Have many here seen good drivey ones.???


----------



## fiona gilmore (Jun 5, 2009)

Did you mean 'send in the dogs?'  

I have seen some really nutty springers, very fast and very ball driven, they seem to be used quite often as sniffer dogs in the UK, they use working cocker spaniels too (think one of them is called Diesel in that programme)


----------



## Chris Flegler (Mar 28, 2009)

Hi Brad,

If you want to find out more of the type Springers you see on that show then contact Dennis Gallagher. He has imported working lines into Australia from UK Police Departments. I beleive Dennis is an ex UK Police Officer so he has good contacts for the best bloodlines. 

[email protected]

Cheers

Chris


----------



## brad robert (Nov 26, 2008)

Yep thats the one Fiona send in the dogs lol.And i agree really toey fast little dogs with nice drive.And diesel from the show is an awesome little dog i was really impressed by him but didnt realise he was a cocker! wow i thought they were useless show dogs but he rocks and is obsessed by the "game" and now after looking further into it the working cocker looks nothing like a show cocker thats why i didnt pick it and thought they were springers.

Thanks Chris for the contact glad to know we have those lines available here.


----------



## Don Turnipseed (Oct 8, 2006)

Those are English Cockers. They don't look like American cockers. Stories about Springers go back from the 20's on forward and most of them were how you idin't mess with some of those springers because they would get you.


----------



## Nancy Jocoy (Apr 19, 2006)

The only handler agressive dog we ever owned was an ESS from field lines. Tore up my husband pretty good after he tried the alpha roll (this was back in the early 80s when it was the thing to do.


----------



## fiona gilmore (Jun 5, 2009)

Don Turnipseed said:


> Those are English Cockers. They don't look like American cockers. Stories about Springers go back from the 20's on forward and most of them were how you idin't mess with some of those springers because they would get you.

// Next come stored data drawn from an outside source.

//! `turbid run` stopped by a real SIGTERM (what Slurm sends before a time
//! limit) writes a checkpoint and exits 5; `--resume` continues, and the
//! result file equals that of an uninterrupted run bit for bit (every
//! variable read back with the independent `netcdf-reader` crate; only the
//! `history` attribute, which holds the creation time, may differ). The
//! reference is the uninterrupted run itself: a restart must not change a
//! single bit. Checkpoints of another scenario, or damaged ones, are refused
//! with exit 2.

use netcdf_reader::{NcFile, NcType};
use std::path::{Path, PathBuf};
use std::process::{Command, Output, Stdio};
use std::time::{Duration, Instant};

/// The shared four-class column (invented test case), with some of its
/// settings changed; each `(from, to)` must be in the file.
fn resized(changes: &[(&str, &str)]) -> String {
    let mut text = include_str!("../../tests/fixtures/four-class-column.yaml").to_string();
    for (from, to) in changes {
        assert!(text.contains(from), "fixture: `{from}` not found");
        text = text.replacen(from, to, 1);
    }
    text
}

/// A small thickener that starts full (invented test case): parcels leave
/// through both outlets and new ones are fed, so the feed carry, the next id
/// and the table order after despawns are all in the checkpoint.
const TANK: &str = include_str!("../../tests/fixtures/checkpoint-tank.yaml");

struct Scratch(PathBuf);

impl Drop for Scratch {
    fn drop(&mut self) {
        let _ = std::fs::remove_dir_all(&self.0);
    }
}

fn scratch(name: &str) -> Scratch {
    let dir = std::env::temp_dir().join(format!("turbid-ckpt-{name}-{}", std::process::id()));
    let _ = std::fs::remove_dir_all(&dir);
    std::fs::create_dir_all(dir.join("whole")).unwrap();
    std::fs::create_dir_all(dir.join("parts")).unwrap();
    Scratch(dir)
}

fn turbid(args: &[&str]) -> Output {
    Command::new(env!("CARGO_BIN_EXE_turbid"))
        .args(args)
        .output()
        .expect("run turbid")
}

fn s(p: &Path) -> &str {
    p.to_str().unwrap()
}

/// Start a run with frequent checkpoints, wait until it has written one
/// (so it has advanced some steps), SIGTERM it, and return its output.
fn run_and_terminate(scenario: &Path, out: &Path) -> Output {
    let ckpt = out.with_extension("checkpoint");
    let mut child = Command::new(env!("CARGO_BIN_EXE_turbid"))
        .args(["run", s(scenario), "-o", s(out), "--threads", "2"])
        .args(["--progress", "none", "--checkpoint-every", "0.003"])
        .stdout(Stdio::piped())
        .stderr(Stdio::piped())
        .spawn()
        .unwrap();
    let started = Instant::now();
    while !ckpt.exists() {
        if let Ok(Some(status)) = child.try_wait() {
            panic!("the run ended ({status}) before it wrote a checkpoint");
        }
        assert!(
            started.elapsed() < Duration::from_secs(60),
            "no checkpoint appeared"
        );
        std::thread::sleep(Duration::from_millis(20));
    }
    let status = Command::new("kill")
        .args(["-TERM", &child.id().to_string()])
        .status()
        .unwrap();
    assert!(status.success());
    child.wait_with_output().unwrap()
}

/// Every variable bit for bit, every global attribute but `history`.
fn assert_same_results(a: &Path, b: &Path) {
    let (f_a, f_b) = (NcFile::open(a).unwrap(), NcFile::open(b).unwrap());
    let attributes = |f: &NcFile| {
        f.global_attributes()
            .unwrap()
            .iter()
            .filter(|a| a.name != "history")
            .map(|a| format!("{a:?}"))
            .collect::<Vec<String>>()
    };
    assert_eq!(attributes(&f_a), attributes(&f_b));
    let variables = f_a.variables().unwrap();
    assert_eq!(
        format!("{variables:?}"),
        format!("{:?}", f_b.variables().unwrap())
    );
    assert!(variables.len() >= 10);
    for v in variables {
        let name = v.name();
        if *v.dtype() == NcType::String {
            assert_eq!(
                f_a.read_variable_as_strings(name).unwrap(),
                f_b.read_variable_as_strings(name).unwrap(),
                "variable {name} differs"
            );
        } else {
            let (x, y) = (
                f_a.read_variable_raw_bytes(name).unwrap(),
                f_b.read_variable_raw_bytes(name).unwrap(),
            );
            assert!(x == y, "variable {name} differs after the restart");
        }
    }
}

/// Uninterrupted run, then the same run stopped by SIGTERM and resumed.
fn stop_and_resume_matches(name: &str, text: &str) {
    let dir = scratch(name);
    let scenario = dir.0.join("scenario.yaml");
    std::fs::write(&scenario, text).unwrap();
    let whole = dir.0.join("whole/run.h5");
    let o = turbid(&["run", s(&scenario), "-o", s(&whole), "--threads", "2"]);
    assert!(o.status.success(), "{}", String::from_utf8_lossy(&o.stderr));
    assert!(!dir.0.join("whole/run.checkpoint").exists());

    let parts = dir.0.join("parts/run.h5");
    let o = run_and_terminate(&scenario, &parts);
    let stderr = String::from_utf8_lossy(&o.stderr);
    assert_eq!(o.status.code(), Some(5), "stderr: {stderr}");
    let ckpt = dir.0.join("parts/run.checkpoint");
    assert!(ckpt.exists());
    let summary = std::fs::read_to_string(dir.0.join("parts/run.summary.json")).unwrap();
    assert!(summary.contains("\"status\": \"partial\""), "{summary}");
    assert!(summary.contains("run.checkpoint"), "{summary}");
    // The partial result file has fewer records than the whole run's.
    let n = |p: &Path| {
        NcFile::open(p)
            .unwrap()
            .read_variable::<f64>("time")
            .unwrap()
            .len()
    };
    assert!(n(&parts) < n(&whole), "the run ended before the signal");

    let o = turbid(&[
        "run",
        s(&scenario),
        "-o",
        s(&parts),
        "--threads",
        "2",
        "--resume",
    ]);
    let stderr = String::from_utf8_lossy(&o.stderr);
    assert!(o.status.success(), "{stderr}");
    assert!(stderr.contains("resumed from"), "{stderr}");
    assert!(!ckpt.exists(), "a finished run leaves no checkpoint");
    assert_same_results(&whole, &parts);
    // The settling curve too (data rows; the header names the file).
    let rows = |p: &Path| {
        std::fs::read_to_string(p)
            .unwrap()
            .lines()
            .filter(|l| !l.starts_with('#'))
            .map(String::from)
            .collect::<Vec<_>>()
    };
    assert_eq!(
        rows(&dir.0.join("whole/run.settling.csv")),
        rows(&dir.0.join("parts/run.settling.csv"))
    );
}

#[test]
fn particle_batch_stopped_by_sigterm_resumes_bit_for_bit() {
    stop_and_resume_matches("batch", &resized(&[("parcels: 3000", "parcels: 8000")]));
}

#[test]
fn particle_thickener_stopped_by_sigterm_resumes_bit_for_bit() {
    // More parcels than the in-process test, so the run lasts long enough to be signalled.
    stop_and_resume_matches("tank", &TANK.replace("parcels: 2000", "parcels: 10000"));
}

#[test]
fn continuum_stopped_by_sigterm_resumes_bit_for_bit() {
    let repo = Path::new(env!("CARGO_MANIFEST_DIR")).parent().unwrap();
    let text = std::fs::read_to_string(repo.join("scenarios/glass-beads-column.yaml"))
        .unwrap()
        .replace("parcels: 20000", "parcels: 20000\n  engine: continuum")
        + "numerics:\n  cells: 900\n";
    stop_and_resume_matches("continuum", &text);
}

#[test]
fn resume_refuses_missing_foreign_and_damaged_checkpoints() {
    let dir = scratch("refuse");
    let scenario = dir.0.join("scenario.yaml");
    let small = resized(&[("parcels: 3000", "parcels: 8000")]);
    std::fs::write(&scenario, &small).unwrap();
    let out = dir.0.join("parts/run.h5");
    let resume = |extra: &[&str]| {
        let mut args = vec!["run", s(&scenario), "-o", s(&out), "--resume"];
        args.extend_from_slice(extra);
        turbid(&args)
    };
    // No checkpoint yet.
    let o = resume(&[]);
    let stderr = String::from_utf8_lossy(&o.stderr);
    assert_eq!(o.status.code(), Some(2), "{stderr}");
    assert!(stderr.contains("no checkpoint"), "{stderr}");

    let o = run_and_terminate(&scenario, &out);
    assert_eq!(
        o.status.code(),
        Some(5),
        "{}",
        String::from_utf8_lossy(&o.stderr)
    );
    let ckpt = dir.0.join("parts/run.checkpoint");
    let good = std::fs::read(&ckpt).unwrap();

    // The scenario changed since: refused, and it says why.
    std::fs::write(&scenario, small.replace("seed: 17", "seed: 18")).unwrap();
    let o = resume(&[]);
    let stderr = String::from_utf8_lossy(&o.stderr);
    assert_eq!(o.status.code(), Some(2), "{stderr}");
    assert!(stderr.contains("another scenario"), "{stderr}");
    std::fs::write(&scenario, &small).unwrap();

    // Truncated, and one flipped byte.
    std::fs::write(&ckpt, &good[..good.len() - 100]).unwrap();
    let o = resume(&[]);
    let stderr = String::from_utf8_lossy(&o.stderr);
    assert_eq!(o.status.code(), Some(2), "{stderr}");
    assert!(stderr.contains("damaged"), "{stderr}");
    let mut bad = good.clone();
    let mid = bad.len() / 2;
    bad[mid] ^= 0x01;
    std::fs::write(&ckpt, &bad).unwrap();
    let o = resume(&[]);
    assert_eq!(o.status.code(), Some(2));
    assert!(String::from_utf8_lossy(&o.stderr).contains("damaged"));

    // The intact one, named explicitly elsewhere, continues to the end.
    let moved = dir.0.join("elsewhere.ckpt");
    std::fs::write(&moved, &good).unwrap();
    let o = resume(&["--checkpoint", s(&moved)]);
    assert!(o.status.success(), "{}", String::from_utf8_lossy(&o.stderr));
    assert!(!moved.exists());
}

True English cockers loolk nothing like American cockers, but there are also showline and working line between the English breed. The working line are (as always lol) much bigger and less drivey.


----------



## Carlos Machado (Dec 28, 2008)

I've read the English cocker spaniel is the most likely breed to bite.
http://www.stuff.co.nz/national/2446254/Is-this-the-worlds-most-dangerous-dog


----------



## Ian Forbes (Oct 13, 2006)

fiona gilmore said:


> True English cockers loolk nothing like American cockers, but there are also *showline and working line between the English breed*.


Yep. And the working line cockers look nothing like the showlines.











> The working line are (as always lol) much bigger and less drivey.


Eh?


----------



## Ian Forbes (Oct 13, 2006)

brad robert said:


> what are peoples opinions on these dogs i recently saw some on an english police dog show(called bring in the dogs) where they were being used for detection and there activity level and drive seemed really high and some serious drive for a ball obviously there are still good ones available.
> 
> Have many here seen good drivey ones.???


A working bred ESS makes a great detection dog. Crazy levels of drive, great endurance, great agility, easy to pick up and put into relatively small places etc.


----------



## fiona gilmore (Jun 5, 2009)

Ian Forbes said:


> Yep. And the working line cockers look nothing like the showlines.
> 
> 
> 
> ...


Oops, I meant the showline are normally bigger and less drivey! #-o


----------